Iraqi Contestation: The Quest of a Dream!

27-04-2023


The toll is heavy: between the 1st of October and the 31st of December 2019, the number of deaths amounted to 669, the number of wounded to 24 488, and the number of arrestations to 29 8061. Assassination, abductions, hostage-taking, incarceration, torture, individual and family threats: the movement, generally peaceful, was defenseless in front of a power that killed wit19h no restraints2.

The rise in power of the protest movement and the radicalization of the repression bring us to ask ourselves about the situation of a state characterized by two major and decisive phenomena, which are widespread corruption3 and the systematization of milicization4. They also bring us to ask ourselves about the actors who are militating with a strong desire for an exit, whether gentle or brutal, out of what we now call the “militia-state” and for a better future.

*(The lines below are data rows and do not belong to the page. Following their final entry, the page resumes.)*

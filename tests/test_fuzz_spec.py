"""Spec fuzzing (issue 8, hardening): random and mutated YAML never ends in a traceback, a hang, a tool error or
a write outside the output folder. Every case ends either in a valid build or in exactly one line
``FILE:LINE:COL: error: ...`` with exit status 2.

Most cases run through ``cli.main`` in-process (fast); a sample runs through a real ``adder-forge`` process.
Hypothesis runs derandomized (the same cases every run, so CI is not flaky) with no example database.
Valid specs wider than BUILD_LIMIT bits are checked to load but not built: building wide adders is the
benchmarks' job (bench/), and one 16384-bit build would take longer than this whole file.
"""

from __future__ import annotations

import contextlib
import io
import os
import re
import shutil
import signal
import subprocess
import sys
import tempfile
from pathlib import Path

import pytest
import yaml
from hypothesis import HealthCheck, given, settings
from hypothesis import strategies as st

from adder_forge import cli
from adder_forge.base.errors import SpecError
from adder_forge.base.keywords import RESERVED
from adder_forge.spec.registry import schemes
from adder_forge.spec.loader import load_spec

ROOT = Path(__file__).resolve().parent.parent
EXAMPLES = [p.read_bytes() for p in sorted((ROOT / "specs").glob("*.yaml"))]
BUILD_LIMIT = {"lookahead": 24}  # flat lookahead is O(n^3) gates
BUILD_WIDTH = 96
CASE_SECONDS = 60  # a case that takes longer is a hang (generous: CI machines are shared and slow)

_SCHEMES = sorted(schemes())
_OPTION_KEYS = sorted({o.key for s in schemes().values() for o in s.options})
_KEYS = ["name", "width", "scheme", "carry_in", "carry_out", *_OPTION_KEYS]
_JUNK_KEYS = ["widht", "Name", "", "<<", "name ", "ñame", "名前", "x" * 300, "8", "~", "null", "true", "? a"]

# Plain YAML fragments: YAML 1.1 spellings, tags, aliases, paths, keywords, control characters.
_FRAGMENTS = [
    "yes", "no", "on", "off", "y", "n", "~", "null", "NULL", "", "0x10", "0o17", "010", "00", "1_000", "1:30",
    "0b11", ".inf", "-.inf", ".nan", "1e3", "8.0", "-0", "+8", "'8'", '"8"', "!!str 8", "!!int 8", "!!int abc",
    "!!float 8", "!!float abc", "!!bool yes", "!!null x", "!!binary aGVsbG8=", "!!binary '!!!'",
    "!!python/object/apply:os.system [echo hi]", "!!python/name:os.system", "!!python/tuple [1, 2]",
    "!custom 8", "!!set {a, b}", "!!omap [a: 1]", "!!pairs [a: 1]", "!!timestamp 2001-12-14", "2001-12-14",
    "&a 8", "*a", "*undefined", "&a [*a]", "[1, 2, 3]", "[]", "{}", "{a: 1}", "[[[[1]]]]", "[1, [2, 3]]",
    "|\n  literal", ">\n  folded", "'../x'", "../x", "/abs/path", "../../etc/passwd", "'C:\\x'", "'a b'",
    '"a\\nb"', '"\\x00"', '"\\u2028"', '"\\ud800"', "ünïcödé", "名前", "module", "logic", "wire", "adder_forge_miter",
    "x_tb", "kogge-stone", "KOGGE-STONE", "auto", "Auto", "true", "false", "True", "- 1", "[", "]", "{", "}", ":",
    "'", '"', "&", "*", "!", "%", "@", "`", "#", "- - -", "? x", "9" * 5000, "0x" + "f" * 3000, "-" + "9" * 40,
    "9" * 30, "1e400", "-1e400", "[" * 200 + "]" * 200, "{a: " * 100 + "1" + "}" * 100, "\t8",
]
_IDENT = st.from_regex(r"[A-Za-z_][A-Za-z0-9_]{0,24}", fullmatch=True)
_TEXT = st.text(st.characters(blacklist_categories=("Cs",)), max_size=30)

In the perspective of elaborating a framework which could enable us to understand the complexity of the Iraqi situation, we will first reflect on the Iraqi political system, seen by the protest movement as being the main factor of the current crisis.

Then, we will focus on the identity markers of the protests which has unsettled a privileged class who thought itself eternal in its position of highest power, a class in total rupture with the social base of the tragically unfavored.

After which we will underline the heterogeneity of the protest movement and the different actors that compose it, with their vision of the strife against the militia-state and their paradigms of the actions envisioned as feasible.

The next part will undertake the notion of the militia-state’s « legitimate » violence against the actors of the protest movement. We will also take on the notion of foreign interference (of the United States of America) as well as regional (with the Islamic Republic of Iran), regarding violence management.

Finally, we will study different possible exits out of the dead end which both the militia-state and the protest movement are finding themselves in.

1 – The Iraqi Political System Functioning

The rebuilding of the Iraqi state starting 2003 after the occupation of country by the United States of America and their allies is based on a highly politicized communitarianism and a Shiite domination.

This system has been internalized by the political elite although there are no legal texts regarding the communitarian distribution. 50% of positions, such as the Prime Minister’s, belongs to the Shiite community. 25% belongs to the Sunni community, such as parliament speaker. Finally, 20% belongs to the Kurds, such as the President’s, and 5% belongs to other minorities5.

Although, since the creation of the Iraqi state by Britain in 1921, until its fall in 2003 following the US invasion, a disavowed communitarianism was found at the heart of institutions, and the Sunni community, deemed too arrogant by king Faysal, hogged all the political representation in the country. However, one must admit that starting 2003, new Iraqi elites started developing a narrative on the Iraqi society’s “components” that will have to “partner up” to manage the State. In practice, not only did this teaming up fail, but “de-Baathification” law voted of the 12th of May 2003, proposed by the Coalition Provisional Authority under the direction of Paul Bremer, will objectively exclude significant Sunni representation in the Iraqi state6.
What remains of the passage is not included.